A debut memoir delivers a meditation on a writer’s Texas Panhandle homeland.
Armitage (The Post-2000 Film Western, 2016, etc.), a professor emerita of English and American Studies at the University of Texas at El Paso, begins her book with a return to her family home in Vega. Located in the middle of a sprawling prairie surrounded by acres of grassland, the area was settled by folks like her father, who arrived there at age 16 in 1926 with his family after being flooded out from their Arkansas delta farm. The author fondly describes the 32,000-square-mile Llano Estacado of her homeland as one of the largest North American plateaus and a place historically cultivated primarily by private ranches. Only briefly does the writer dip into her more recent ecological efforts, using government-funded conservation resources, to restore the native grasses and the natural wildlife habitats decimated from decades of farming. She questions what the land has to say and intends on discovering just that in an expansive series of hikes, beginning at her father’s Armitage Farms ranch and spanning miles to reach the cow camp of original cowboy and area settler Ysabel to “track the arc of their stories.” In a meandering, somewhat repetitive, but no less resonant fashion, Armitage unfurls the bucolic history of her family and the land through a rather haphazardly assembled procession of convivial anecdotes from her youth. In a series of spontaneously navigated summer treks, she tracks alongside the long-dried-up Middle Alamosa creek bed to behold dramatic canyons, Native American petroglyphs, and majestic mesas, all interwoven with the often bittersweet snippets of her life growing up. Beholden to the dusty plateaus of her past and the sweeping natural beauty that remains, the author’s intent was to revisit and rediscover the bounty of the area and to share its nostalgic and environmental potential.
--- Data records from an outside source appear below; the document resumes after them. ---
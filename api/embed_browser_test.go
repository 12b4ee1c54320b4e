package api_test

import (
	"context"
	"fmt"
	"net/http"
	"net/http/httptest"
	"os"
	"strings"
	"sync"
	"testing"
	"time"

	"github.com/chromedp/cdproto/cdp"
	"github.com/chromedp/cdproto/log"
	"github.com/chromedp/cdproto/network"
	"github.com/chromedp/cdproto/page"
	"github.com/chromedp/cdproto/runtime"
	"github.com/chromedp/chromedp"

	"regimed/api"
	"regimed/api/browsertest"
	"regimed/api/store"
)

// browser is a tab, with what went wrong in it and what it asked for.
type browser struct {
	t   *testing.T
	ctx context.Context

	lock     sync.Mutex
	mistakes []string
	asked    []string
}

// newBrowser starts a browser that ends with the test.
func newBrowser(t *testing.T) *browser {
	t.Helper()
	ctx, end := context.WithTimeout(browsertest.Open(t), 3*time.Minute)
	t.Cleanup(end)
	b := &browser{t: t, ctx: ctx}
	b.must(chromedp.Do(ctx, chromedp.EmulateViewport(1200, 900)))
	b.must(chromedp.Listen(ctx, b.listen))
	return b
}

func (b *browser) listen(event any) {
	b.lock.Lock()
	defer b.lock.Unlock()
	switch e := event.(type) {
	case *runtime.EventExceptionThrown:
		b.mistakes = append(b.mistakes, e.ExceptionDetails.Text)
	case *runtime.EventConsoleAPICalled:
		if e.Type == "error" || e.Type == "warning" {
			b.mistakes = append(b.mistakes, fmt.Sprint("console: ", e.Args))
		}
	case *log.EventEntryAdded:
		if e.Entry.Level == log.EntryLevelError {
			b.mistakes = append(b.mistakes, e.Entry.Text+" "+e.Entry.URL)
		}
	case *network.EventRequestWillBeSent:
		b.asked = append(b.asked, e.Request.URL)
	}
}

func (b *browser) must(err error) {
	b.t.Helper()
	if err != nil {
		b.t.Fatal(err)
	}
}

// text evaluates an expression or a promise to a text.
func (b *browser) text(expression string) string {
	b.t.Helper()
	s, err := chromedp.Run(b.ctx, chromedp.Evaluate[string]("Promise.resolve("+expression+").then(String)", chromedp.EvalAwaitPromise))
	b.must(err)
	return s
}

func (b *browser) until(expression string) {
	b.t.Helper()
	if _, err := chromedp.Run(b.ctx, chromedp.Poll[bool]("!!("+expression+")", chromedp.WithPollingTimeout(time.Minute))); err != nil {
		b.t.Fatalf("waiting for %s: %v; %q", expression, err, b.text("document.body.innerText.slice(0, 500)"))
	}
}

// found returns what went wrong and what was asked for.
func (b *browser) found() (mistakes, asked []string) {
	b.lock.Lock()
	defer b.lock.Unlock()
	return append([]string(nil), b.mistakes...), append([]string(nil), b.asked...)
}

// The page of operations shows them all, without a mistake and without a request
// to anybody else.
func TestDocsInBrowser(t *testing.T) {
	b := newBrowser(t)
	server := httptest.NewServer(api.New(api.Config{}).Handler())
	defer server.Close()
	b.must(chromedp.Do(b.ctx, chromedp.Navigate(server.URL+"/docs")))
	b.until(`document.querySelectorAll(".opblock").length > 0`)
	if n := b.text(`document.querySelectorAll(".opblock").length`); n != b.text(`fetch("/openapi.json").then(r => r.json()).then(d => Object.values(d.paths).reduce((n, p) => n + Object.keys(p).length, 0))`) {
		t.Errorf("%s operations are shown", n)
	}
	b.text(`document.querySelector("[id$=classify] .opblock-summary-control, [id$=classify] button").click()`)
	b.until(`document.querySelector("[id$=classify] .opblock-body")?.innerText.includes("The body is one case")`)
	mistakes, asked := b.found()
	for _, m := range mistakes {
		t.Error(m)
	}
	for _, address := range asked {
		if !strings.HasPrefix(address, server.URL+"/") && !strings.HasPrefix(address, "data:") {
			t.Errorf("a request to %s", address)
		}
	}
	if len(asked) < 6 {
		t.Errorf("only %d requests seen", len(asked))
	}
}

// record starts a service with a record on a port of its own.
func record(t *testing.T, origins []string) (address, id string) {
	t.Helper()
	records, err := store.OpenSQLite(context.Background(), t.TempDir())
	if err != nil {
		t.Fatal(err)
	}
	server := httptest.NewServer(api.New(api.Config{Records: records, FrameAncestors: origins}).Handler())
	t.Cleanup(func() {
		server.Close()
		if err := records.Close(); err != nil {
			t.Error(err)
		}
	})
	kase, err := os.ReadFile("../testdata/cases/sluice-skin.json")
	if err != nil {
		t.Fatal(err)
	}
	made, err := http.Post(server.URL+"/v1/records", "application/json", strings.NewReader(`{"case": `+string(kase)+`}`))
	if err != nil {
		t.Fatal(err)
	}
	defer made.Body.Close()
	if made.StatusCode != http.StatusCreated {
		t.Fatal(made.Status)
	}
	return server.URL, strings.TrimPrefix(made.Header.Get("Location"), "/v1/records/")
}

// A page of another origin shows a record in a frame where the operator lets it,
// and not otherwise; a picture it always shows.
func TestEmbeddingInBrowser(t *testing.T) {
	b := newBrowser(t)
	wiki := "" // its page
	other := httptest.NewServer(http.HandlerFunc(func(w http.ResponseWriter, _ *http.Request) {
		w.Header().Set("Content-Type", "text/html; charset=utf-8")
		w.Header().Set("Cross-Origin-Embedder-Policy", "require-corp")
		fmt.Fprint(w, wiki)
	}))
	defer other.Close()
	for _, row := range []struct {
		name    string
		allowed []string
		shown   bool
	}{
		{"nobody", nil, false},
		{"another", []string{"https://wiki.example"}, false},
		{"this one", []string{other.URL}, true},
		{"everybody", []string{"*"}, true},
	} {
		address, id := record(t, row.allowed)
		wiki = fmt.Sprintf(`<!doctype html><title>Wiki</title><link rel="icon" href="data:,"><p>Gate</p>
<img id="picture" src="%[1]s/embed/%[2]s.svg" alt="strip">
<iframe id="frame" src="%[1]s/embed/%[2]s?theme=light" width="640" height="420"></iframe>`, address, id)
		b.must(chromedp.Do(b.ctx, chromedp.Navigate(other.URL)))
		b.until(`document.querySelector("#picture").complete && document.readyState === "complete"`)
		if width := b.text(`document.querySelector("#picture").naturalWidth`); width != "640" {
			t.Errorf("%s: the picture is %s wide", row.name, width)
		}
		mistakes, _ := b.found()
		for _, m := range mistakes {
			// A frame that is refused is logged, and may be so a page later.
			if !strings.Contains(m, "frame-ancestors") {
				t.Errorf("%s: %s", row.name, m)
			}
		}
		if got := b.frame(address); got != row.shown {
			t.Errorf("%s: shown %t", row.name, got)
		}
	}
}

// The page has its colours by its theme, loads nothing, and fits a frame.
func TestEmbeddedPageInBrowser(t *testing.T) {
	b := newBrowser(t)
	address, id := record(t, nil)
	for theme, back := range map[string]string{"dark": "rgb(21, 25, 30)", "light": "rgb(255, 255, 255)", "auto": "rgb(255, 255, 255)"} {
		b.must(chromedp.Do(b.ctx, chromedp.EmulateViewport(640, 400), chromedp.Navigate(address+"/embed/"+id+"?theme="+theme)))
		if got := b.text(`getComputedStyle(document.body).backgroundColor`); got != back {
			t.Errorf("%s: %s", theme, got)
		}
		if wide := b.text(`document.documentElement.scrollWidth`); wide != "640" {
			t.Errorf("%s: %s pixels wide", theme, wide)
		}
		if high := b.text(`document.documentElement.scrollHeight <= 400`); high != "true" {
			t.Errorf("%s: too high for the frame of oEmbed: %s", theme, b.text(`document.documentElement.scrollHeight`))
		}
	}
	mistakes, asked := b.found()
	for _, m := range mistakes {
		t.Error(m)
	}
	for _, at := range asked {
		if !strings.Contains(at, "/embed/") && !strings.HasSuffix(at, "/favicon.ico") {
			t.Errorf("a request to %s", at)
		}
	}
}

// frame reports whether the frame of a page shows what lies at an address, once
// it shows that or the browser's page that it was refused.
func (b *browser) frame(address string) bool {
	b.t.Helper()
	for b.ctx.Err() == nil {
		tree, err := chromedp.Call(b.ctx, page.GetFrameTree, cdp.Empty{})
		b.must(err)
		for _, child := range tree.FrameTree.ChildFrames {
			switch at := child.Frame.URL; {
			case strings.HasPrefix(at, address+"/embed/"):
				return true
			case strings.HasPrefix(at, "chrome-error:"):
				return false
			}
		}
	}
	b.t.Fatal("the frame shows nothing")
	return false
}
Armitage’s language and her memories are poetically written, even when describing the prairies that have become tainted by human occupation and depleted and disfigured by “sheep, cattle, farming, strip mining, oil, gas exploration, feed lots, dairies, microwave and cell phone towers.” An engaging geographer and historian, Armitage takes the pulse of the sacred land spread out before her through luminous memories and photographs, all with an appreciative eye and a nod toward its untapped ecological splendor.
Both an intensely lyrical and intimate scrapbook of familial history and a uniquely sublime travelogue of the American Southwestern landscape.